Port St John’s is a town in beautiful surrounds it is busier than the rest of the wild coast, but still not very busy......if you explore further it gets even better....there are places you can wake up on the beach, backed by forest and smooth grassland extending into the sea, where you can skinny dip in the sea, nobody around, beach forever, beach campfires and cold beers 
Google it 
Port St Johns and Wild Coast South Africa

----------


## pmbguy

> @pmbguy - Dude, you've taken up mind reading!


I know...... Wait.....hold on...............mmmmm...mmmmmmm....my wife will be complaining about some time after supper......mmmm....mmmmmm

----------


## adrianh

@pmbguy- You know, the most problematic thing about being an ACE is being able to hold multiple conflicting ideas simultaneously. It is like being able to drive in multiple directions at the same time. The problem is not that the ideas are opposed to one another but rather that the ideas have so much merit that a resolution is near impossible. Could it be that the questions arise because we are able to make the best of whatever route we choose and whatever the outcome? 

The most troubling question to me is this; when one looks at a work of art and is able to fully appreciate that work; are you appreciating the art, are you appreciating your perceptions or are you appreciating your ideals. 

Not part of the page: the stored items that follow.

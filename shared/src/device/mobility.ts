/**
 * kp(T) = kp · kpScale · (T/Tnom)^muExp, temperatures in kelvin: lattice-scattering mobility law
 * (S. M. Sze, K. K. Ng, Physics of Semiconductor Devices, 3rd ed., 2007, ch. 1; SPICE level 1 fixes muExp = −1.5).
 */
export function kpAtTemperature(kp: number, tempK: number, tnomK: number, muExp: number, kpScale = 1): number {
  return kp * kpScale * (tempK / tnomK) ** muExp;
}
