import { channelOf } from './channel.js';
import { type CurrentModel, drainCurrent } from './drain-current.js';
import { type PreparedDevice, thresholdAt } from './resolve-device.js';
import { slopeFactor } from './slope-factor.js';

/** ID in amperes of a prepared device of drawn width w and length l at VGS, VDS, VSB (polarity-normalised), DIBL included. */
export function channelCurrentAt(device: PreparedDevice, model: CurrentModel, w: number, l: number, vgs: number, vds: number, vsb: number, fingers = 1): number {
  const channel = channelOf(device, model, w, l, fingers);
  const vov = vgs - (thresholdAt(device, vsb) - channel.terms.eta * vds);
  return drainCurrent(model, channel.beta, slopeFactor(device.params, vsb), device.ut, channel.lambda, vov, vds, channel.terms);
}
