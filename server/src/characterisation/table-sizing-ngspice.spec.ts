import { randomUUID } from 'node:crypto';
import { readFileSync } from 'node:fs';
import { join } from 'node:path';
import { type PreparedTable, prepareTable, sizeFromTable, type TableGrid, type TableSizing, tableLine } from '@channelwright/shared/device';
import { type ModelCard, type ModelStatement, parseModelCard } from '@channelwright/shared/model-card';
import { describeWithNgspice, requireNativeNgspice } from '../../test/helpers/ngspice.js';
import { characterise } from './simulator/characterise.js';
import { buildOperatingPointNetlist, type DeviceToCheck } from './simulator/operating-point-netlist.js';
import { SimulatorPool } from './simulator/simulator-pool.js';

/*
 * The acceptance check of the table model (issue 10): characterise invented BSIM4 test cards over a small grid
 * on Debian's native ngspice, size random devices from the tables by gm/ID (the method of Silveira, Flandre &
 * Jespers, IEEE JSSC 31(9), 1996), then simulate each sized device (its W, L, VGS, VDS, VSB) on native ngspice
 * again: ID within 1 % and gm/ID within 2 % at grid lengths, both within 3 % between grid lengths.
 */

interface Process {
  file: string;
  vdd: number;
  lmin: number;
  models: Record<'nmos' | 'pmos', string>;
}

const PROCESSES: Process[] = [
  { file: 'test-250nm.lib', vdd: 2.5, lmin: 0.25e-6, models: { nmos: 'tn25', pmos: 'tp25' } },
  { file: 'test-90nm.lib', vdd: 1.0, lmin: 0.09e-6, models: { nmos: 'tn9', pmos: 'tp9' } },
];
/** Lengths closer than ×1.2 next to lmin, where the threshold rolls off steeply, then log-spaced to 8·lmin. */
const LENGTH_FACTORS = [1, 1.15, 1.33, 1.6, 2, 3, 5, 8];
const CORNERS = ['tt', 'ss'];
const TEMPERATURES = [27, 125];

function gridOf(process: Process, polarity: 'nmos' | 'pmos'): TableGrid {
  const step = 0.01;
  return {
    polarity,
    modelName: process.models[polarity],
    referenceWidth: 10e-6,
    lengths: LENGTH_FACTORS.map((k) => k * process.lmin),
    vgs: { start: 0, step, count: Math.round(process.vdd / step) + 1 },
    vds: [0.3, 0.45, 0.6, 0.8, 1].map((k) => k * process.vdd),
    vsb: [0, 0.2, 0.4].map((k) => k * process.vdd),
    corners: CORNERS,
    temperatures: TEMPERATURES,
  };
}

/** A small deterministic generator (a linear congruential one, Numerical Recipes constants), so the devices are the same every run. */
function generator(seed: number) {
  let state = seed >>> 0;
  const next = () => {
    state = (Math.imul(state, 1664525) + 1013904223) >>> 0;
    return state / 2 ** 32;
  };
  return { next, pick: <T>(list: readonly T[]) => list[Math.floor(next() * list.length)], between: (lo: number, hi: number) => lo + (hi - lo) * next() };
}

interface Case {
  process: Process;
  polarity: 'nmos' | 'pmos';
  onGrid: boolean;
  sized: TableSizing;
  model: ModelStatement;
}

describeWithNgspice('sizing from tables against native ngspice (24 random devices)', () => {
  const cases: Case[] = [];
  const simulated: { id: number; gmId: number }[] = [];

  beforeAll(async () => {
    requireNativeNgspice();
    const pool = new SimulatorPool();
    try {
      const cards = new Map<Process, ModelCard>(PROCESSES.map((p) => [p, parseModelCard(readFileSync(join(__dirname, '../../test/fixtures/model-cards', p.file), 'utf8'))]));
      const tables = new Map<string, PreparedTable>();
      for (const process of PROCESSES) {
        for (const polarity of ['nmos', 'pmos'] as const) {
          const table = await characterise({ card: cards.get(process) as ModelCard, grid: gridOf(process, polarity), sections: { tt: 'tt', ss: 'ss' } }, { pool, engine: 'native' });
          tables.set(`${process.file}/${polarity}`, prepareTable(table));
        }
      }

      const random = generator(20260610);
      for (let index = 0; index < 24; index++) {
        const process = PROCESSES[Math.floor(index / 2) % 2];
        const polarity = index % 2 === 0 ? 'nmos' : 'pmos';
        const onGrid = index < 12;
        const grid = gridOf(process, polarity);
        const prepared = tables.get(`${process.file}/${polarity}`) as PreparedTable;
        const corner = random.pick(CORNERS);
        const temperature = index % 3 === 2 ? 125 : random.pick(TEMPERATURES);
        const k = Math.floor(random.next() * (grid.lengths.length - 1));
        const l = onGrid ? grid.lengths[k] : grid.lengths[k] * (grid.lengths[k + 1] / grid.lengths[k]) ** random.between(0.2, 0.8);
        const vsb = index % 4 < 2 ? 0 : random.pick(grid.vsb.slice(1));
        const vds = random.pick(grid.vds);
        const conditions = { corner, temperature, l, vds, vsb };
        // gm/ID from 5 S/A to 25 S/A, or to 92 % of the highest gm/ID this point reaches (less when hot).
        const line = tableLine(prepared, conditions);
        let highest = 0;
        for (let g = 0; g < line.count; g++) highest = Math.max(highest, line.gmIdAtNode(g));
        const gmId = random.between(5, Math.min(25, 0.92 * highest));
        // An ID that gives a width between 2 µm and 50 µm (the table is at 10 µm; the cards' ΔW = 2·wint = 10 nm makes a 1 µm device 0.9 % weaker per µm).
        const density = sizeFromTable(prepared, { ...conditions, id: 1e-6, gmId }).idW;
        const id = density * Math.exp(random.between(Math.log(2e-6), Math.log(50e-6)));
        const sized = sizeFromTable(prepared, { ...conditions, id, gmId });
        const model = cards.get(process)?.sections.find((s) => s.name === corner)?.models.find((m) => m.name === grid.modelName) as ModelStatement;
        cases.push({ process, polarity, onGrid, sized, model });
      }

      // One .op run per corner and temperature (BSIM4 has no per-instance temperature).
      for (const corner of CORNERS) {
        for (const temperature of TEMPERATURES) {
          const group = cases.map((c, i) => ({ c, i })).filter(({ c }) => c.sized.corner === corner && c.sized.temperature === temperature);
          if (group.length === 0) continue;
          const devices: DeviceToCheck[] = group.map(({ c }) => ({ model: c.model, w: c.sized.w, l: c.sized.l, vgs: c.sized.vgs, vds: c.sized.vds, vsb: c.sized.vsb }));
          const check = buildOperatingPointNetlist(devices, temperature, randomUUID());
          const result = await pool.run({ engine: 'native', netlist: check.netlist, nonce: check.nonce, vectors: check.vectors, timeoutMs: 60_000 });
          group.forEach(({ c, i }, k) => {
            const sign = c.polarity === 'nmos' ? 1 : -1;
            const id = -sign * result.data[2 * k * result.points];
            const gm = result.data[(2 * k + 1) * result.points];
            simulated[i] = { id, gmId: gm / id };
          });
        }
      }
    } finally {
      await pool.destroy();
    }
    const rows = cases.map((c, i) => ({
      device: `${c.process.file.replace('.lib', '')} ${c.polarity} ${c.sized.corner} ${c.sized.temperature}°C`,
      L_um: +(c.sized.l * 1e6).toFixed(4),
      onGrid: c.onGrid,
      gmId: +c.sized.gmId.toFixed(2),
      W_um: +(c.sized.w * 1e6).toFixed(3),
      VGS: +c.sized.vgs.toFixed(4),
      VDS: c.sized.vds,
      VSB: c.sized.vsb,
      ID_err_pct: +(100 * (simulated[i].id / c.sized.id - 1)).toFixed(3),
      gmId_err_pct: +(100 * (simulated[i].gmId / c.sized.gmId - 1)).toFixed(3),
    }));
    // The figures for docs/model.md; the assertions are below.
    console.log(JSON.stringify(rows));
  }, 300_000);

  it('covers NMOS and PMOS, both corners, 125 °C, VSB 0 and above, gm/ID 5 to 25 S/A, L on and between grid lengths', () => {
    expect(cases).toHaveLength(24);
    expect(new Set(cases.map((c) => c.polarity)).size).toBe(2);
    expect(new Set(cases.map((c) => c.sized.corner)).size).toBe(2);
    expect(cases.some((c) => c.sized.temperature === 125)).toBe(true);
    expect(cases.some((c) => c.sized.vsb === 0) && cases.some((c) => c.sized.vsb > 0)).toBe(true);
    expect(Math.min(...cases.map((c) => c.sized.gmId))).toBeLessThan(8);
    expect(Math.max(...cases.map((c) => c.sized.gmId))).toBeGreaterThan(18);
    expect(cases.filter((c) => c.onGrid)).toHaveLength(12);
  });

  it('at grid lengths, the simulated device carries ID within 1 % and has gm/ID within 2 % of the table sizing', () => {
    cases.forEach((c, i) => {
      if (!c.onGrid) return;
      expect(Math.abs(simulated[i].id / c.sized.id - 1)).toBeLessThan(0.01);
      expect(Math.abs(simulated[i].gmId / c.sized.gmId - 1)).toBeLessThan(0.02);
    });
  });

  it('between grid lengths, the simulated device carries ID and has gm/ID within 3 % of the table sizing', () => {
    cases.forEach((c, i) => {
      if (c.onGrid) return;
      expect(Math.abs(simulated[i].id / c.sized.id - 1)).toBeLessThan(0.03);
      expect(Math.abs(simulated[i].gmId / c.sized.gmId - 1)).toBeLessThan(0.03);
    });
  });
});
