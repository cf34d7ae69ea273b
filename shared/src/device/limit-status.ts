import type { DeviceLimit, LimitStatus } from '../schemas/sheet-corners.js';

/** A value inside its limit by less than this fraction of the limit's scale is "tight". */
export const TIGHT_FRACTION = 0.1;

/**
 * The margin of a value to a designer's limit, as a fraction of the limit's scale (half the span between a
 * minimum and a maximum, else the size of the one bound, else 1 in the figure's unit): negative outside,
 * 0 on the bound. −∞ for a value that is missing (no answer at that point).
 */
export function limitMargin(value: number | null, limit: DeviceLimit): number {
  if (value === null || !Number.isFinite(value)) return Number.NEGATIVE_INFINITY;
  const { min, max } = limit;
  const scale = min !== undefined && max !== undefined ? (max - min) / 2 || 1 : Math.abs(min ?? max ?? 0) || 1;
  const margins = [...(min === undefined ? [] : [value - min]), ...(max === undefined ? [] : [max - value])];
  return Math.min(...margins) / scale;
}

/** fail (outside the limit, or no value), tight (inside by less than TIGHT_FRACTION of its scale), ok; none without a limit. */
export function limitStatus(value: number | null, limit: DeviceLimit | undefined): LimitStatus {
  if (!limit) return 'none';
  const margin = limitMargin(value, limit);
  if (margin < 0) return 'fail';
  return margin < TIGHT_FRACTION ? 'tight' : 'ok';
}
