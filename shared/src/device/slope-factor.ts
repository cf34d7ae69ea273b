import { bodyEffectSlope } from './threshold.js';

/**
 * Subthreshold slope factor n: the process value when given, else n = 1 + γ/(2·√(2φF + VSB))
 * (= 1 + Cdep/Cox; Tsividis & McAndrew 2011, ch. 4). n is held independent of temperature.
 */
export function slopeFactor(params: { readonly gamma: number; readonly twoPhiF: number; readonly n?: number }, vsb: number): number {
  return params.n ?? 1 + bodyEffectSlope(params.gamma, params.twoPhiF, vsb);
}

Wouldn't it be so much simpler to go through life with one mind blindly following whatever path that mind chooses rather than having multiple points of view.

----------


## tec0

> Tec0 - say after me - 'I am the master of my own destiny' - nobody forces you to do anything, you choose your life. There are simply too many people who attained happiness and contentment from misery to believe that it is simply God's will that you have a k@k life.
> 
> You life is k@k because you believe it to be so. You need to learn that happiness is not something out there that you will attain one day, no, it is something within yourself that has nothing to do whatsoever with your circumstance in life. This is what happiness is in simple terms; being thankfull for what you have, accepting hardship as oppertunities to learn and accepting the good things that come your way with grace and humility.
> 
> Whinging and whining serves no other purpose than to annoy those around you - most people avoid negative people like the plague.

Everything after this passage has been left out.